━━ PROVIDED ENTRIES
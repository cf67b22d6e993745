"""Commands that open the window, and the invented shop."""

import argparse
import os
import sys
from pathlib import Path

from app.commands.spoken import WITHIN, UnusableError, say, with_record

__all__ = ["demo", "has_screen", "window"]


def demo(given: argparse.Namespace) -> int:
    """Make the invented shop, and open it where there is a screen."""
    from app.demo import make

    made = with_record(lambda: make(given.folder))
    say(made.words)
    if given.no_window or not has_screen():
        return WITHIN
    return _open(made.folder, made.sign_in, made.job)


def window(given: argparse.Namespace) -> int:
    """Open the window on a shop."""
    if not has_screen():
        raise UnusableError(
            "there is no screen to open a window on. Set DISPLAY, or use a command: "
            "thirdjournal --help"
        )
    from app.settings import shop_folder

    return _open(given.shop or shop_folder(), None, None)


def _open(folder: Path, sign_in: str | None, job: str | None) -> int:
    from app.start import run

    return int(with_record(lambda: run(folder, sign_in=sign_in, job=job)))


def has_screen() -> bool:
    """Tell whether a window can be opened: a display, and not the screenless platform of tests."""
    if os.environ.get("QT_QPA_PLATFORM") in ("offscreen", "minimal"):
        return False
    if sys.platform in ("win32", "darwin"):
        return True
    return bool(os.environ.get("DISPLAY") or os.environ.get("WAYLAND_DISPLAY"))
━━━━
━━ PROVIDED ENTRIES
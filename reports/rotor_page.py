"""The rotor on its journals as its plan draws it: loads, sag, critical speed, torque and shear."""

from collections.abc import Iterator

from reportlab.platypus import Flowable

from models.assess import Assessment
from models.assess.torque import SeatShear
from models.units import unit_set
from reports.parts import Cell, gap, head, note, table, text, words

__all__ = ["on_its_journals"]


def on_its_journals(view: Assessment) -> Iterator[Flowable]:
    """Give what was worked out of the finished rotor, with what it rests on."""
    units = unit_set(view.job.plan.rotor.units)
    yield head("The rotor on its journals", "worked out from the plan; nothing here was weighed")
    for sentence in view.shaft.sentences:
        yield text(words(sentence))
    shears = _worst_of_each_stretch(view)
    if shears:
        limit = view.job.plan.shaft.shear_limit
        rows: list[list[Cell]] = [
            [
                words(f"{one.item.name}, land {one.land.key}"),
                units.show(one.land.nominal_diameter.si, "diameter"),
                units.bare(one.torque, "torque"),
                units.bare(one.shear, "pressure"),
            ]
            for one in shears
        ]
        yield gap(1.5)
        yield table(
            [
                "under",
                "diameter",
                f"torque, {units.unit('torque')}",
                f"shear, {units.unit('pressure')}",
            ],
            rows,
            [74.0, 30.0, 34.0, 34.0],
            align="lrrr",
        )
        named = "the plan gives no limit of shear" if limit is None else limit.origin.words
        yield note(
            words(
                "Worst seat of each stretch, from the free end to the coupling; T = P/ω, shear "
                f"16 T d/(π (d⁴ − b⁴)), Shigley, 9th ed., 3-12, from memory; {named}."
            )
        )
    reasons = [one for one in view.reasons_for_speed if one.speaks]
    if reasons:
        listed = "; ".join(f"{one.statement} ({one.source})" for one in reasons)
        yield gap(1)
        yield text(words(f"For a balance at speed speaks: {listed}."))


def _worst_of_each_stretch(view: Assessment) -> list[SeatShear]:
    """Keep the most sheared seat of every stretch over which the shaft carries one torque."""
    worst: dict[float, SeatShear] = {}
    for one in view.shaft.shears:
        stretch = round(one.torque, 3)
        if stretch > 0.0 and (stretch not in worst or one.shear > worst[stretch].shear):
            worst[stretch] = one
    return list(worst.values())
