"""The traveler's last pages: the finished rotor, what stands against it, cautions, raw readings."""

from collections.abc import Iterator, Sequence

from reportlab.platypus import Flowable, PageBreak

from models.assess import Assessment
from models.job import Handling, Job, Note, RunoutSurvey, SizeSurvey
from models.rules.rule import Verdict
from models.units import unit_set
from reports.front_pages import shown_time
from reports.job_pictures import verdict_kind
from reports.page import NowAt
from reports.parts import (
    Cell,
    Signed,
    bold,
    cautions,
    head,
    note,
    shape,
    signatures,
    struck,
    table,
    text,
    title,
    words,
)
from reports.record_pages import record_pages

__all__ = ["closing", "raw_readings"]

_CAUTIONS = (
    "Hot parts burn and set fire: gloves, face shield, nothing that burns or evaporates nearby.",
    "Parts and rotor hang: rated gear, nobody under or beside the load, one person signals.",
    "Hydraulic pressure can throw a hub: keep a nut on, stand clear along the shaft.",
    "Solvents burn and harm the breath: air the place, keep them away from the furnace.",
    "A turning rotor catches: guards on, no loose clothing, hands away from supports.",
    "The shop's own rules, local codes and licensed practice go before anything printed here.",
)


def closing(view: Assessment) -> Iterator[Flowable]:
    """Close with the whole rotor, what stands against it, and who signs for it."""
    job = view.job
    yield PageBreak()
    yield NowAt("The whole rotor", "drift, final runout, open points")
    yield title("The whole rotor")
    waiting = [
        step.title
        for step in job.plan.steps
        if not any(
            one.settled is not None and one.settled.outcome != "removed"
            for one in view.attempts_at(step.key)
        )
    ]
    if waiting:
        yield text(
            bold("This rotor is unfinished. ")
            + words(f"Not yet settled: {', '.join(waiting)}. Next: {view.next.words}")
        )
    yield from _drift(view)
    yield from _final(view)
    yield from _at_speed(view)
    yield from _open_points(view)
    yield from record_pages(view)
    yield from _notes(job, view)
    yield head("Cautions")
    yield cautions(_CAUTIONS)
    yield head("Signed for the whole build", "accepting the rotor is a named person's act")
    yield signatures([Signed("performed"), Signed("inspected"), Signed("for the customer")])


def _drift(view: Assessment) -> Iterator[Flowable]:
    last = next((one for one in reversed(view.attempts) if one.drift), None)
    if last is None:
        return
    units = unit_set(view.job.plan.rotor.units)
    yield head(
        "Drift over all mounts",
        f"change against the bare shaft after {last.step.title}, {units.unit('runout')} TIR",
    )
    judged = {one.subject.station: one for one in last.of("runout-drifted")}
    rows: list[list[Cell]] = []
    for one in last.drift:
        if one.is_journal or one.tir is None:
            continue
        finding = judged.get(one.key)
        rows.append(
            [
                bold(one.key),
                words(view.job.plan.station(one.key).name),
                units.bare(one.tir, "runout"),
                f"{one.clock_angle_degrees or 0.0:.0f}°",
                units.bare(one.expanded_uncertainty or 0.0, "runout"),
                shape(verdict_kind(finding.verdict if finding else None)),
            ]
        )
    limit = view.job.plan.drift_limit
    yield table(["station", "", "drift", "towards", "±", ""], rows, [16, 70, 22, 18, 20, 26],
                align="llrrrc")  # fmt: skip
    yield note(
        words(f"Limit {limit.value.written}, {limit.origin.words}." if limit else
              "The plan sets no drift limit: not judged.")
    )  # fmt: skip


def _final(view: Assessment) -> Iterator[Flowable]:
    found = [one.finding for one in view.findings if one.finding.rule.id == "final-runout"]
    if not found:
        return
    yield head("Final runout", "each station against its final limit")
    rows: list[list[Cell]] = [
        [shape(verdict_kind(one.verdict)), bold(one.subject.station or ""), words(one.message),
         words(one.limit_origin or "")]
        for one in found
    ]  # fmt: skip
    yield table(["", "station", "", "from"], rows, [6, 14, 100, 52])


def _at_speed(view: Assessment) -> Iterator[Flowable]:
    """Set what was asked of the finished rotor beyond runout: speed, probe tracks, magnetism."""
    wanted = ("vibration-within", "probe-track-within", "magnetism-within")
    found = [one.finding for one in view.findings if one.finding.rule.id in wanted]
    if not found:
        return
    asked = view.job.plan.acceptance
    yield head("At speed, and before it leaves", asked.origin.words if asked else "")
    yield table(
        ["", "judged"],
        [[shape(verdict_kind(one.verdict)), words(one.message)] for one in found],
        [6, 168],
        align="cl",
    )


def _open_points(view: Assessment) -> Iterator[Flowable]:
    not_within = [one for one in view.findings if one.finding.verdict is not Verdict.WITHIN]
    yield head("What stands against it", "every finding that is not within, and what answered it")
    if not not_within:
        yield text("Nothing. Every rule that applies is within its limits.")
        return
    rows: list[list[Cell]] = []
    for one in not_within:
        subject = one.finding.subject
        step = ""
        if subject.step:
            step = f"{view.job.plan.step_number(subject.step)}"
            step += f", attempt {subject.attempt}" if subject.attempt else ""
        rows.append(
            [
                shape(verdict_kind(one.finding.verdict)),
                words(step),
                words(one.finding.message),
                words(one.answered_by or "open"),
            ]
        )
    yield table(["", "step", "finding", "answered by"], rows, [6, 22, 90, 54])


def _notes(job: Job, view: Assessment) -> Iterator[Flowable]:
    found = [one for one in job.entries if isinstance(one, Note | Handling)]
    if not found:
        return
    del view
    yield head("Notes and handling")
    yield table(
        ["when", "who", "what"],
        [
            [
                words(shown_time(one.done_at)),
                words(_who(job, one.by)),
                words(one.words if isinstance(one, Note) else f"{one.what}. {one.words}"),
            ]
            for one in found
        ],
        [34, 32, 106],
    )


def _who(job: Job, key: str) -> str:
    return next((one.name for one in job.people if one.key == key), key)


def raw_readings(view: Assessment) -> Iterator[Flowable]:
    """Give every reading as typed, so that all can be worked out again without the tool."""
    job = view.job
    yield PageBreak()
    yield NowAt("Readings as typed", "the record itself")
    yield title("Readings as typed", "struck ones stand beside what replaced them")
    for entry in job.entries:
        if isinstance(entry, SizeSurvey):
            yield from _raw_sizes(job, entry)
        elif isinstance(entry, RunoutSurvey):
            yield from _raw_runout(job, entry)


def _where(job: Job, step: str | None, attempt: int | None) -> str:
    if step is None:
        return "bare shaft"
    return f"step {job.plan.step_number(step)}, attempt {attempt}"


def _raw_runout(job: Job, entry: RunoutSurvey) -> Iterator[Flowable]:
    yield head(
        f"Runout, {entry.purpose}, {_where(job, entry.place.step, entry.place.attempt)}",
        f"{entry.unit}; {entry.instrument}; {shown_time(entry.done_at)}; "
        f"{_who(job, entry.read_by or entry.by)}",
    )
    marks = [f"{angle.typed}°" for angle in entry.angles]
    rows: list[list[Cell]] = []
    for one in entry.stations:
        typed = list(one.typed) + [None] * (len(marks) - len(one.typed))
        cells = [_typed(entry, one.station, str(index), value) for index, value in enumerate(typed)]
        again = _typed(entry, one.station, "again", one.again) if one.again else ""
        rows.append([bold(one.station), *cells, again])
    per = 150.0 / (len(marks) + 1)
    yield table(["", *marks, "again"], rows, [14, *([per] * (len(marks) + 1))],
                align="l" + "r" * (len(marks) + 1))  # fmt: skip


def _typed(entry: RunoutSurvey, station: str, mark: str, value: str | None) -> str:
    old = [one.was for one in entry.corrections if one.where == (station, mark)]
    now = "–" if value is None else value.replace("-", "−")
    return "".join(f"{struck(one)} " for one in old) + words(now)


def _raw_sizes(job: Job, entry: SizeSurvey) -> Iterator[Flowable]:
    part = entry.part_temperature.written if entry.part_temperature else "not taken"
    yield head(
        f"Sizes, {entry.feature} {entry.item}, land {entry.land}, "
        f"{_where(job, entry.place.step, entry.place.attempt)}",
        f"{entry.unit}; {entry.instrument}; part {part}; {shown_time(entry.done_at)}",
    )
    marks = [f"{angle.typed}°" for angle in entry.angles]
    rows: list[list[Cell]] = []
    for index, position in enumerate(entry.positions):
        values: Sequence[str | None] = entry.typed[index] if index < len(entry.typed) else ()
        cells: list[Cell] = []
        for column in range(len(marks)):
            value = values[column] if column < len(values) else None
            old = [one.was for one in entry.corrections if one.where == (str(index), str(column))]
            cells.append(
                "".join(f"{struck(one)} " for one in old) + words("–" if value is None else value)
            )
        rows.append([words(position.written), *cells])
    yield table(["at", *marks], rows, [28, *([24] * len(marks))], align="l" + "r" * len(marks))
━━━━
━━ PROVIDED ENTRIES
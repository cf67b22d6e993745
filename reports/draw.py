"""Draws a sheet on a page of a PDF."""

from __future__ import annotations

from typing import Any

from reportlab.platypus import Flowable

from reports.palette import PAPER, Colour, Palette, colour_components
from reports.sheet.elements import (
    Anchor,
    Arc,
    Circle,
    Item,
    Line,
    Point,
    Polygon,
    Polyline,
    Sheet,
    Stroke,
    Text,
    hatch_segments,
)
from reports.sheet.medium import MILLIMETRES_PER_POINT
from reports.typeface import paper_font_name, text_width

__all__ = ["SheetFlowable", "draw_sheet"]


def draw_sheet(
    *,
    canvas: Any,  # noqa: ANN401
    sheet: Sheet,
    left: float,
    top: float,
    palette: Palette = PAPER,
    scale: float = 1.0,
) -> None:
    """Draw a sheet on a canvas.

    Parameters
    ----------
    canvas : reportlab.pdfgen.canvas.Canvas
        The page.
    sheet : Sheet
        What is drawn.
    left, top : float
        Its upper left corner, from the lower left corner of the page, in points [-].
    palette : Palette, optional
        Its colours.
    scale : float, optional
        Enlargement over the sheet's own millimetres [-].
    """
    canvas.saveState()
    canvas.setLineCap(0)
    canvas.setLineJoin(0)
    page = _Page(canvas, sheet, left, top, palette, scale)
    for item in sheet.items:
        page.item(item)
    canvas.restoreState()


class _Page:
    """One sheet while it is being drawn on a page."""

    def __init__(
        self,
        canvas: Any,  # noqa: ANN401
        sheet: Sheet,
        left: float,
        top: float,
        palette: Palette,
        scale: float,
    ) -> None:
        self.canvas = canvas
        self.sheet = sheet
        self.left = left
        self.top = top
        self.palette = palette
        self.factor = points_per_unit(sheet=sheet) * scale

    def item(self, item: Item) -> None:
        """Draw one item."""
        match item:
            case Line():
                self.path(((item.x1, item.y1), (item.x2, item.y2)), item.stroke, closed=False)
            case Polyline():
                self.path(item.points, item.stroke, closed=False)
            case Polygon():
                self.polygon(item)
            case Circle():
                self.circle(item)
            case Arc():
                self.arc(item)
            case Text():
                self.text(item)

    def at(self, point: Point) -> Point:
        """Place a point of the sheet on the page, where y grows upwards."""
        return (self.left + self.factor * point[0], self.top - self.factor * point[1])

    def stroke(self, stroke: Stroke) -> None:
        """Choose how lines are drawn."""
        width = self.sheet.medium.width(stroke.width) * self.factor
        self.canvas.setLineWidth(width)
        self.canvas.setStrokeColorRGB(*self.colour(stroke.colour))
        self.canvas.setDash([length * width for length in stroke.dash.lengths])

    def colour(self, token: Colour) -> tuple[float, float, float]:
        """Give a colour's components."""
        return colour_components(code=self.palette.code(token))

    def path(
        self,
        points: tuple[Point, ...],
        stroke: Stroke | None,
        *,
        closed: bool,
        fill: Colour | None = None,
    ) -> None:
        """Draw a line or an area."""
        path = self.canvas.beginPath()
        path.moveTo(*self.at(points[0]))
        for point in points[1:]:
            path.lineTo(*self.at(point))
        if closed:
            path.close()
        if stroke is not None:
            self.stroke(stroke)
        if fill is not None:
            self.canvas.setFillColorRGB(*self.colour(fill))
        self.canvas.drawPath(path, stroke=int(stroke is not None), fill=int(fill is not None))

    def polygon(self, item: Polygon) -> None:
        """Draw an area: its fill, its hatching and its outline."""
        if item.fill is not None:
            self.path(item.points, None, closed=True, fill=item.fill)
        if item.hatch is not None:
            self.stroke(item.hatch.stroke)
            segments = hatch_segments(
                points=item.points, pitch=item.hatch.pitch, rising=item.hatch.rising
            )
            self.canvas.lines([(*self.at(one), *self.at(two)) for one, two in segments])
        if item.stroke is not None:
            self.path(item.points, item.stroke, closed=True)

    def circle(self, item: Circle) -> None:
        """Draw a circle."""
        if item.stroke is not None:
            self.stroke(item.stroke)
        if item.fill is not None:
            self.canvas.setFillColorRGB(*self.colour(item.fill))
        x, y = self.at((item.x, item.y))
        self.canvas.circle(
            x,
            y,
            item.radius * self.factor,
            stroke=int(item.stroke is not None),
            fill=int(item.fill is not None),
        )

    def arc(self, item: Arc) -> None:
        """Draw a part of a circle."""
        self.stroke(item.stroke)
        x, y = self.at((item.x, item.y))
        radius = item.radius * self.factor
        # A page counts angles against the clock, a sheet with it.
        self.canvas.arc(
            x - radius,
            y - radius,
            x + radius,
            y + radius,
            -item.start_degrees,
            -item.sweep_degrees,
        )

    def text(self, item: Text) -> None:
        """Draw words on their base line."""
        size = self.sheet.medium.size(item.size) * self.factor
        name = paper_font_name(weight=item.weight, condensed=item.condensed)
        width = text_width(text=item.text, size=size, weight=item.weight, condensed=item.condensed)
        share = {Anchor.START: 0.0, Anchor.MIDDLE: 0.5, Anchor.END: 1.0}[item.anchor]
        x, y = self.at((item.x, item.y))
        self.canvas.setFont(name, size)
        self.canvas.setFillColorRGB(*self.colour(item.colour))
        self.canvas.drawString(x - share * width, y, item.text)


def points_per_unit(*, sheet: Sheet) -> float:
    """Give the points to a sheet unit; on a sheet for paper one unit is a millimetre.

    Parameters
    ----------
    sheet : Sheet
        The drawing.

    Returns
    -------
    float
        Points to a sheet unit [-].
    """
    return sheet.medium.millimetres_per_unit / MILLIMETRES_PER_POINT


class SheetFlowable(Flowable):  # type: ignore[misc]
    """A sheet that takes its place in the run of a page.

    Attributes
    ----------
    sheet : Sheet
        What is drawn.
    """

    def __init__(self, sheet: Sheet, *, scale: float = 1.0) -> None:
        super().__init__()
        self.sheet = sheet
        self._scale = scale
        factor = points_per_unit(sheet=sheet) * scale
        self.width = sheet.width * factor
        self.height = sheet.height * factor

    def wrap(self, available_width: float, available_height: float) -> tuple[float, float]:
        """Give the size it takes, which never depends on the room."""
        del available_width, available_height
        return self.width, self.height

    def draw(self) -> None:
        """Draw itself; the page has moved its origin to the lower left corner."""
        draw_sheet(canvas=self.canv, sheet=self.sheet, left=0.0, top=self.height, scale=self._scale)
━━━━
> [TASK REQUIREMENTS]: Copy each line in the entries above where the word "torque" shows up.

> [SOLUTION FOR THIS EXERCISE]:
"""The rotor on its journals as its plan draws it: loads, sag, critical speed, torque and shear."""
from models.assess.torque import SeatShear
                units.bare(one.torque, "torque"),
                f"torque, {units.unit('torque')}",
    """Keep the most sheared seat of every stretch over which the shaft carries one torque."""
        stretch = round(one.torque, 3)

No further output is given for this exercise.